Collected data entries:
■ ■ ■ ■ ■ ■ ■

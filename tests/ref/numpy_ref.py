#!/usr/bin/python3
"""Independent reference check for loopwise, written from SPEC sections 1, 2, 4.

Run with Debian's interpreter (it carries numpy and scipy):

    /usr/bin/python3 tests/ref/numpy_ref.py --selftest
    LOOPWISE=./loopwise /usr/bin/python3 tests/ref/numpy_ref.py [FILE.loop ...]

With no files, every tests/ref/nets/*.loop and tests/ref/extreme/*.loop is
checked.  Each check prints one line; the last line is "N passed, M failed"
and the exit status is 1 when any check failed.

The networks in extreme/ stress the numerics (values over 33 decades, DC
gains of 1e9, near-singular G, doublets, integrators, right-half-plane and
conditionally stable loops).  For them double-precision scipy is only the
starting point: the true answer is decided in exact rational arithmetic
(class Truth: det polynomials over fractions.Fraction, roots polished by
exactly evaluated Newton steps, stability by an exact Routh array, T(jw) and
the margins on the exact rational T), and an INFO line says how far scipy
was from it.  Their '#%' header lines set per-network tolerances, the
expected accuracy_warning, and known issues (see read_directives).  When
loopwise sets accuracy_warning, a number outside its tolerance prints as
WARNED (the report said not to trust it); a known issue prints as KNOWN;
neither counts as failed.

The reference uses only dense linear algebra (numpy/scipy), none of the C
code's numerics: poles and zeros come from generalized eigenvalues, T(jw) from
one linear solve per frequency, the phase from numpy.unwrap over a dense,
adaptively refined grid, crossovers from brentq.  --selftest checks this
reference against closed forms and against exact rational polynomials
(fractions.Fraction) built from the same networks.
"""

import cmath
import glob
import json
import math
import os
import subprocess
import sys
import tempfile
from fractions import Fraction

import numpy as np
import scipy.linalg as sla
from scipy.optimize import brentq, linear_sum_assignment

TWO_PI = 2.0 * math.pi
HERE = os.path.dirname(os.path.abspath(__file__))


# --------------------------------------------------------------------------
# Parser for the subset of the .loop format used by the reference networks
# --------------------------------------------------------------------------

class LoopError(Exception):
    pass


KEYWORDS = {"param", "node", "input", "res", "cap", "gm", "loop", "break"}
FUNCS1 = {"sqrt": math.sqrt, "exp": math.exp, "ln": math.log,
          "log10": math.log10, "abs": abs}
FUNCS2 = {"min": min, "max": max}
RESERVED = KEYWORDS | {"gnd", "inf", "pi"} | set(FUNCS1) | set(FUNCS2)
PREFIX = {"f": 1e-15, "p": 1e-12, "n": 1e-9, "u": 1e-6, "\u00b5": 1e-6,
          "\u03bc": 1e-6, "m": 1e-3, "k": 1e3, "M": 1e6, "G": 1e9, "T": 1e12}
UNITS = {"F", "S", "ohm", "\u03a9", "\u2126"}
SUFFIX_CHARS = set("abcdefghijklmnopqrstuvwxyzABCDEFGHIJKLMNOPQRSTUVWXYZ"
                   "\u00b5\u03bc\u03a9\u2126")


def is_name(t):
    if not t or not (t[0].isascii() and (t[0].isalpha() or t[0] == "_")):
        return False
    return all(ch.isascii() and (ch.isalnum() or ch == "_") for ch in t)


def tokenize_expr(text):
    """Tokens: ('num', value), ('id', name), ('op', ch)."""
    toks = []
    i, n = 0, len(text)
    while i < n:
        ch = text[i]
        if ch.isspace():
            i += 1
            continue
        if ch.isdigit() or (ch == "." and i + 1 < n and text[i + 1].isdigit()):
            j = i
            while j < n and text[j].isdigit():
                j += 1
            if j < n and text[j] == ".":
                j += 1
                while j < n and text[j].isdigit():
                    j += 1
            if j < n and text[j] in "eE":
                k = j + 1
                if k < n and text[k] in "+-":
                    k += 1
                if k < n and text[k].isdigit():
                    while k < n and text[k].isdigit():
                        k += 1
                    j = k
            mant = float(text[i:j])
            k = j
            while k < n and text[k] in SUFFIX_CHARS:
                k += 1
            suf = text[j:k]
            scale = 1.0
            if suf == "" or suf in UNITS:
                scale = 1.0
            elif suf[0] in PREFIX and (suf[1:] == "" or suf[1:] in UNITS):
                scale = PREFIX[suf[0]]
            else:
                raise LoopError("unknown suffix %r in %r" % (suf, text))
            toks.append(("num", mant * scale))
            i = k
            continue
        if ch.isalpha() or ch == "_":
            j = i
            while j < n and (text[j].isalnum() or text[j] == "_"):
                j += 1
            toks.append(("id", text[i:j]))
            i = j
            continue
        if ch in "+-*/^(),":
            toks.append(("op", ch))
            i += 1
            continue
        raise LoopError("unexpected character %r in %r" % (ch, text))
    return toks
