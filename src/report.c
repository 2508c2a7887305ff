/* report: the text report of 'check' and the tables of 'gain'. */
#include "loopwise/report.h"

#include <math.h>
#include <stdlib.h>
#include <string.h>

#include "loopwise/report_design.h"
#include "loopwise/units.h"

#define TWO_PI 6.283185307179586

static int right_half(double complex s, double tol)
{
    return creal(s) > tol;
}

int report_check_status(const check_result *r, report_target t)
{
    if (!r->stable)
        return 1;
    if (t.given && (r->mg.best_cross < 0 || r->mg.cross[r->mg.best_cross].value < t.pm_deg))
        return 1;
    if (t.gm_given && r->mg.best_phase >= 0 && r->mg.phase[r->mg.best_phase].value < t.gm_db)
        return 1;
    return 0;
}

/* "-1.2 MHz ± j2.3 MHz" for a root given in rad/s. */
static char *root_text(double complex s, char *buf, size_t size)
{
    char a[32], b[32];
    double re = creal(s) / TWO_PI, im = fabs(cimag(s)) / TWO_PI;
    if (im == 0)
        snprintf(buf, size, "%s", si_format(re, "Hz", a, sizeof a));
    else
        snprintf(buf, size, "%s \xC2\xB1 j%s", si_format(re, "Hz", a, sizeof a),
                 si_format(im, "Hz", b, sizeof b));
    return buf;
}

static double quality(double complex s)
{
    return cimag(s) != 0 && creal(s) != 0 ? cabs(s) / (2.0 * fabs(creal(s))) : NAN;
}

/* Skips the first of a conjugate pair (sorted: negative imaginary part first). */
static int pair_first(const double complex *v, int n, int k)
{
    return cimag(v[k]) < 0 && k + 1 < n && fabs(cimag(v[k]) + cimag(v[k + 1])) <=
                                                1e-9 * cabs(v[k]);
}

static void gain_text(double g, char *buf, size_t size)
{
    if (isinf(g))
        snprintf(buf, size, "unbounded (integrator)");
    else if (isnan(g))
        snprintf(buf, size, "none (shares every stage)");
    else if (g == 0)
        snprintf(buf, size, "0 V/V");
    else
        snprintf(buf, size, "%+.4g V/V (%.1f dB)", g, units_no_neg_zero(20.0 * log10(fabs(g)), 1));
}

static void section_loops(FILE *f, const desc *d, const model *m, const check_result *r)
{
    if (r->nloops == 0)
        return;
    fprintf(f, "\nDeclared loops\n  %-12s %-9s %-28s %-12s %s\n", "loop", "sign", "own DC gain",
            "measured at", "verdict");
    for (int l = 0; l < r->nloops; l++) {
        const check_loop *cl = &r->loops[l];
        char g[64];
        gain_text(cl->dc, g, sizeof g);
        const char *at = cl->hop_gm >= 0 ? d->elems[m->gm[cl->hop_gm].elem].name : "-";
        const char *verdict = cl->hop_gm < 0 ? "no private gm: sign not checked"
                                             : d->loops[l].negative ? "negative, as declared"
                                                                    : "positive, as declared";
        fprintf(f, "  %-12s %-9s %-28s %-12s %s\n", d->loops[l].name,
                d->loops[l].negative ? "negative" : "positive", g, at, verdict);
    }
    if (isfinite(r->dominance_db))
        fprintf(f, "  negative loops over positive loops at DC: %.1f dB%s\n",
                units_no_neg_zero(r->dominance_db, 1),
                r->dominance_db < 0 ? "  (below 0 dB: the positive loops are the stronger)"
                : r->dominance_db < 6 ? "  (less than 2x: the positive loop is strong)" : "");
}

/* The Nyquist count in one line: N, P and the Z they give, beside the
 * closed-loop poles' own count. */
static void nyquist_line(FILE *f, const check_result *r)
{
    const nyquist *q = &r->nq;
    if (!q->decided) {
        fprintf(f, "  Nyquist count   undecided: 1 + T passes through 0 on the imaginary axis "
                "(a closed-loop pole on it)\n");
        return;
    }
    fprintf(f, "  Nyquist count   %d clockwise encirclement%s of -1, %d open-loop pole%s in the "
            "right half-plane: %d closed-loop pole%s there%s\n",
            q->encirclements, abs(q->encirclements) == 1 ? "" : "s", q->open_loop_rhp,
            q->open_loop_rhp == 1 ? "" : "s", q->closed_loop_rhp,
            q->closed_loop_rhp == 1 ? "" : "s",
            r->nyquist_disagrees ? " (the closed-loop poles say otherwise: see the warning)"
                                 : ", as the closed-loop poles say");
}

void report_break_note(FILE *f, const desc *d, const char *indent)
{
    /* said only where a node of the outer loop lies outside every such
     * bridge: in a loop of two nodes a capacitor across one stage spans the
     * whole loop, and no break leaves it closed */
    int chain[8], gm, n = desc_break_bridge(d, &gm, chain, 8), s = desc_break_suggest(d);
    if (n == 0 || s < 0)
        return;
    const desc_elem *g = &d->elems[gm];
    fprintf(f, "%snote: %s ", indent, n > 1 ? "a chain" : d->elems[chain[0]].kind == ELEM_CAP
            ? "a capacitor" : "a resistor");
    for (int k = 0; k < n; k++)
        fprintf(f, "%s'%s'", k ? " + " : "", d->elems[chain[k]].name);
    fprintf(f, " joins %s and %s across gm '%s', so opening the loop there opens that local "
            "loop too and the margin is not the outer loop's; ", d->nodes[g->a].name,
            d->nodes[g->b].name, g->name);
    fprintf(f, "add 'break %s' to open the outer loop at a node\n", d->nodes[s].name);
}
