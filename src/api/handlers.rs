//! Handlers of the snapshot, fit, underlying and operational endpoints (history is in
//! [`super::history`]).

use super::body::{JsonText, SnapshotText};
use super::error::{ApiError, ProblemDetails};
use super::examples;
use super::query::query_params;
use super::responses::{StatusDoc, StoredAnalysisDoc, UnderlyingsDoc};
use super::state::AppState;
use super::timestamps::rfc3339;
use crate::ingest::{self, Digest, IngestError, Prepared};
use crate::store::{self, Store, StoredSnapshot, JSON_MEDIA_TYPE};
use crate::wire;
use axum::extract::rejection::QueryRejection;
use axum::extract::{Path, Query, Request, State};
use axum::http::{header, HeaderMap, HeaderValue, StatusCode};
use axum::middleware::Next;
use axum::response::{IntoResponse, Response};
use axum::Json;
use chrono::{DateTime, Utc};
use serde::Deserialize;
use serde_json::Value;
use std::time::{Duration, Instant};
use utoipa::IntoParams;

/// Longest `?wait` a reader may ask for on `latest`, seconds.
pub const MAX_WAIT_SECONDS: u64 = 60;
/// Long-polling readers re-check the store at least this often, in case a
/// notification from another replica was lost.
pub const WAIT_RECHECK: Duration = Duration::from_secs(5);
/// How long `/readyz` waits for the store.
const READY_TIMEOUT: Duration = Duration::from_secs(2);

/// Parses, validates and analyses a snapshot on the blocking pool, counting the
/// outcome.
async fn analyse(state: &AppState, body: SnapshotText, digest: Digest) -> Result<Prepared, ApiError> {
    let outcome = tokio::task::spawn_blocking(move || ingest::prepare(body.text, &body.format, digest))
        .await
        .map_err(|e| ApiError::Internal(format!("analysis task failed: {e}")))?;
    let metrics = state.metrics();
    match outcome {
        Ok(prepared) => {
            metrics.analysis("ok");
            if let Some(us) = prepared.fit_elapsed_us {
                metrics.fit_duration_us(us);
            }
            Ok(prepared)
        }
        Err(IngestError::Input(e)) => {
            metrics.analysis("invalid_input");
            Err(ApiError::Input(e))
        }
        Err(IngestError::Internal(m)) => Err(ApiError::Internal(m)),
    }
}

/// A response with a JSON text body.
fn json_text(status: StatusCode, headers: &[(header::HeaderName, HeaderValue)], body: String) -> Response {
    let mut response = (status, body).into_response();
    let map = response.headers_mut();
    map.insert(header::CONTENT_TYPE, HeaderValue::from_static("application/json"));
    for (name, value) in headers {
        map.insert(name.clone(), value.clone());
    }
    response
}

/// Where a stored snapshot stands among the revisions of its underlying and `as_of`.
#[derive(Debug, Clone, Copy)]
struct Standing {
    revision: i64,
    supersedes: Option<i64>,
    superseded_by: Option<i64>,
}

/// The response body of a stored analysis: `id`, `stored_at`, `revision` (with
/// `supersedes` and `superseded_by` when there are such revisions), then the analysis
/// fields (`underlying`, `as_of`, ...), then the original `input` when asked for.
/// Spliced as text: the stored analysis is JSON this service wrote, so it need not be
/// parsed again for every read.
fn stored_body(
    id: i64,
    stored_at: DateTime<Utc>,
    standing: Standing,
    analysis_json: &str,
    input: Option<&(String, String)>,
) -> Result<String, ApiError> {
    let fields = analysis_json
        .trim()
        .strip_prefix('{')
        .and_then(|rest| rest.strip_suffix('}'))
        .ok_or_else(|| ApiError::Internal(format!("stored analysis {id} is not a JSON object")))?;
    let mut body = String::with_capacity(analysis_json.len() + 128);
    body.push_str(&format!(
        "{{\"id\":{id},\"stored_at\":\"{}\",\"revision\":{}",
        rfc3339(stored_at),
        standing.revision
    ));
    if let Some(earlier) = standing.supersedes {
        body.push_str(&format!(",\"supersedes\":{earlier}"));
    }
    if let Some(later) = standing.superseded_by {
        body.push_str(&format!(",\"superseded_by\":{later}"));
    }
    if !fields.trim().is_empty() {
        body.push(',');
        body.push_str(fields);
    }
    if let Some((media_type, text)) = input {
        body.push_str(",\"input\":");
        let is_json = media_type == JSON_MEDIA_TYPE && serde_json::from_str::<serde::de::IgnoredAny>(text).is_ok();
        if is_json {
            body.push_str(text.trim());
        } else {
            body.push_str(&Value::String(text.clone()).to_string());
        }
    }
    body.push('}');
    Ok(body)
}

fn stored_record_body(record: &StoredSnapshot) -> Result<String, ApiError> {
    let standing =
        Standing { revision: record.revision, supersedes: record.supersedes, superseded_by: record.superseded_by };
    stored_body(record.id, record.stored_at, standing, &record.analysis, record.input.as_ref())
}

/// Strong entity tag of a stored snapshot.
fn etag(id: i64) -> String {
    format!("\"{id}\"")
}

fn etag_header(id: i64) -> HeaderValue {
    HeaderValue::from_str(&etag(id)).unwrap_or_else(|_| HeaderValue::from_static("\"0\""))
}

/// Whether an `If-None-Match` value matches `tag` (weak comparison, RFC 9110 13.1.2).
fn if_none_match(header_value: &str, tag: &str) -> bool {
    header_value
        .split(',')
        .map(str::trim)
        .any(|candidate| candidate == "*" || candidate.trim_start_matches("W/") == tag)
}

/// Analyse a snapshot and store it.
#[utoipa::path(
    post, path = "/v1/snapshots", tag = "snapshots",
    request_body(description = "A snapshot as JSON, or as CSV (one row per quote)",
                 content((crate::wire::input::SnapshotDoc = "application/json", example = json!(examples::snapshot_example())),
                         (String = "text/csv", example = json!(examples::CSV_SNAPSHOT_EXAMPLE)))),
    params(CsvParams),
    responses(
        (status = 201, description = "Stored; `Location` names the new resource. Other content for a stored \
underlying and `as_of` is a correction: its next `revision`, which `supersedes` the previous one",
         body = StoredAnalysisDoc, headers(("Location" = String, description = "Path of the stored snapshot"))),
        (status = 200, description = "The same content was stored before for this underlying and `as_of`: that \
revision, with its id (`superseded_by` when a later correction replaced it); nothing is added",
         body = StoredAnalysisDoc, headers(("Location" = String, description = "Path of the stored snapshot"))),
        (status = 400, description = "Malformed JSON", body = ProblemDetails, content_type = "application/problem+json"),
        (status = 401, description = "Bearer token missing or wrong", body = ProblemDetails, content_type = "application/problem+json"),
        (status = 403, description = "Read-only token", body = ProblemDetails, content_type = "application/problem+json"),
        (status = 413, description = "Body over the limit", body = ProblemDetails, content_type = "application/problem+json"),
        (status = 415, description = "Not `application/json` or `text/csv`", body = ProblemDetails, content_type = "application/problem+json"),
        (status = 422, description = "Invalid values, each with its JSON pointer (CSV: line and column)", body = ProblemDetails, content_type = "application/problem+json"),
        (status = 503, description = "Store unavailable", body = ProblemDetails, content_type = "application/problem+json",
         headers(("Retry-After" = u32, description = "Seconds to wait before retrying"))),
    ),
    security((), ("bearer" = []))
)]
pub async fn post_snapshot(State(state): State<AppState>, body: SnapshotText) -> Result<Response, ApiError> {
    let analysed = analyse(&state, body, Digest::ForStorage).await?;
    let analysis_json = analysed.record.analysis.clone();
    let inserted = state.store().insert(analysed.record).await.map_err(|e| state.store_failed("insert", e))?;
    let location = HeaderValue::from_str(&format!("/v1/snapshots/{}", inserted.id))
        .map_err(|e| ApiError::Internal(e.to_string()))?;
    if inserted.created {
        state.announce_change();
        let standing = Standing { revision: inserted.revision, supersedes: inserted.supersedes, superseded_by: None };
        let body = stored_body(inserted.id, inserted.stored_at, standing, &analysis_json, None)?;
        Ok(json_text(StatusCode::CREATED, &[(header::LOCATION, location)], body))
    } else {
        let record = state
            .store()
            .get(inserted.id, false)
            .await
            .map_err(|e| state.store_failed("get", e))?
            .ok_or_else(|| ApiError::Internal(format!("snapshot {} vanished", inserted.id)))?;
        Ok(json_text(StatusCode::OK, &[(header::LOCATION, location)], stored_record_body(&record)?))
    }
}

/// Query of the snapshot endpoints, for CSV bodies.
#[derive(Debug, Deserialize, IntoParams)]
#[into_params(parameter_in = Query)]
pub struct CsvParams {
    /// Underlying of a CSV body without an `underlying` column.
    #[param(example = "KESTREL50")]
    pub underlying: Option<String>,
    /// Valuation time (RFC 3339) of a CSV body without an `as_of` column.
    #[param(example = "2026-11-30T15:30:00Z")]
    pub as_of: Option<String>,
}

/// Analyse a snapshot without storing it.
#[utoipa::path(
    post, path = "/v1/analyze", tag = "snapshots",
    request_body(description = "A snapshot as JSON, or as CSV (one row per quote)",
                 content((crate::wire::input::SnapshotDoc = "application/json", example = json!(examples::snapshot_example())),
                         (String = "text/csv", example = json!(examples::CSV_SNAPSHOT_EXAMPLE)))),
    params(CsvParams),
    responses(
        (status = 200, description = "The analysis", body = crate::wire::output::AnalysisDoc),
        (status = 400, description = "Malformed JSON", body = ProblemDetails, content_type = "application/problem+json"),
        (status = 401, description = "Bearer token missing or wrong", body = ProblemDetails, content_type = "application/problem+json"),
        (status = 403, description = "Read-only token", body = ProblemDetails, content_type = "application/problem+json"),
        (status = 413, description = "Body over the limit", body = ProblemDetails, content_type = "application/problem+json"),
        (status = 415, description = "Not `application/json` or `text/csv`", body = ProblemDetails, content_type = "application/problem+json"),
        (status = 422, description = "Invalid values, each with its JSON pointer", body = ProblemDetails, content_type = "application/problem+json"),
    ),
    security((), ("bearer" = []))
)]
pub async fn post_analyze(State(state): State<AppState>, body: SnapshotText) -> Result<Response, ApiError> {
    let analysed = analyse(&state, body, Digest::Skip).await?;
    Ok(json_text(StatusCode::OK, &[], analysed.record.analysis))
}

/// Fit the model to swap levels.
#[utoipa::path(
    post, path = "/v1/fits", tag = "fits",
    request_body(content = crate::wire::input::SwapsDoc, content_type = "application/json",
                 example = json!(examples::swaps_example())),
    responses(
        (status = 200, description = "The swaps as given, with forward variance, and the fit", body = crate::wire::output::AnalysisDoc),
        (status = 400, description = "Malformed JSON", body = ProblemDetails, content_type = "application/problem+json"),
        (status = 401, description = "Bearer token missing or wrong", body = ProblemDetails, content_type = "application/problem+json"),
        (status = 403, description = "Read-only token", body = ProblemDetails, content_type = "application/problem+json"),
        (status = 413, description = "Body over the limit", body = ProblemDetails, content_type = "application/problem+json"),
        (status = 415, description = "Not `application/json`", body = ProblemDetails, content_type = "application/problem+json"),
        (status = 422, description = "Invalid values, each with its JSON pointer", body = ProblemDetails, content_type = "application/problem+json"),
    ),
    security((), ("bearer" = []))
)]
pub async fn post_fit(State(state): State<AppState>, JsonText(text): JsonText) -> Result<Response, ApiError> {
    let doc = tokio::task::spawn_blocking(move || wire::fit_swap_levels(&text))
        .await
        .map_err(|e| ApiError::Internal(format!("fit task failed: {e}")))??;
    if let Some(fit) = &doc.fit {
        state.metrics().fit_duration_us(fit.elapsed_us);
    }
    Ok(Json(doc).into_response())
}

/// Query of `GET /v1/snapshots/{id}`.
#[derive(Debug, Deserialize, IntoParams)]
#[into_params(parameter_in = Query)]
pub struct SnapshotQuery {
    /// `input` adds the original snapshot to the response; any other value is a 400.
    #[param(value_type = Option<IncludeDoc>, inline, example = "input")]
    pub include: Option<String>,
}

/// What `include` may add to a stored analysis (the only value the service takes).
#[derive(Debug, Clone, Copy, Deserialize, utoipa::ToSchema)]
#[serde(rename_all = "snake_case")]
pub enum IncludeDoc {
    /// The snapshot as it was posted.
    Input,
}

/// Whether `include` asks for the original input.
fn includes_input(include: Option<&str>) -> Result<bool, ApiError> {
    match include {
        None => Ok(false),
        Some("input") => Ok(true),
        Some(other) => Err(ApiError::Parameter { name: "include", message: format!("must be `input`, got {other:?}") }),
    }
}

■ ■ ■ ■ ■ ■ ■

» Work required: The expected answer is every line above in which the word "KEYWORDS" appears.

» Written solution:
KEYWORDS = {"param", "node", "input", "res", "cap", "gm", "loop", "break"}
RESERVED = KEYWORDS | {"gnd", "inf", "pi"} | set(FUNCS1) | set(FUNCS2)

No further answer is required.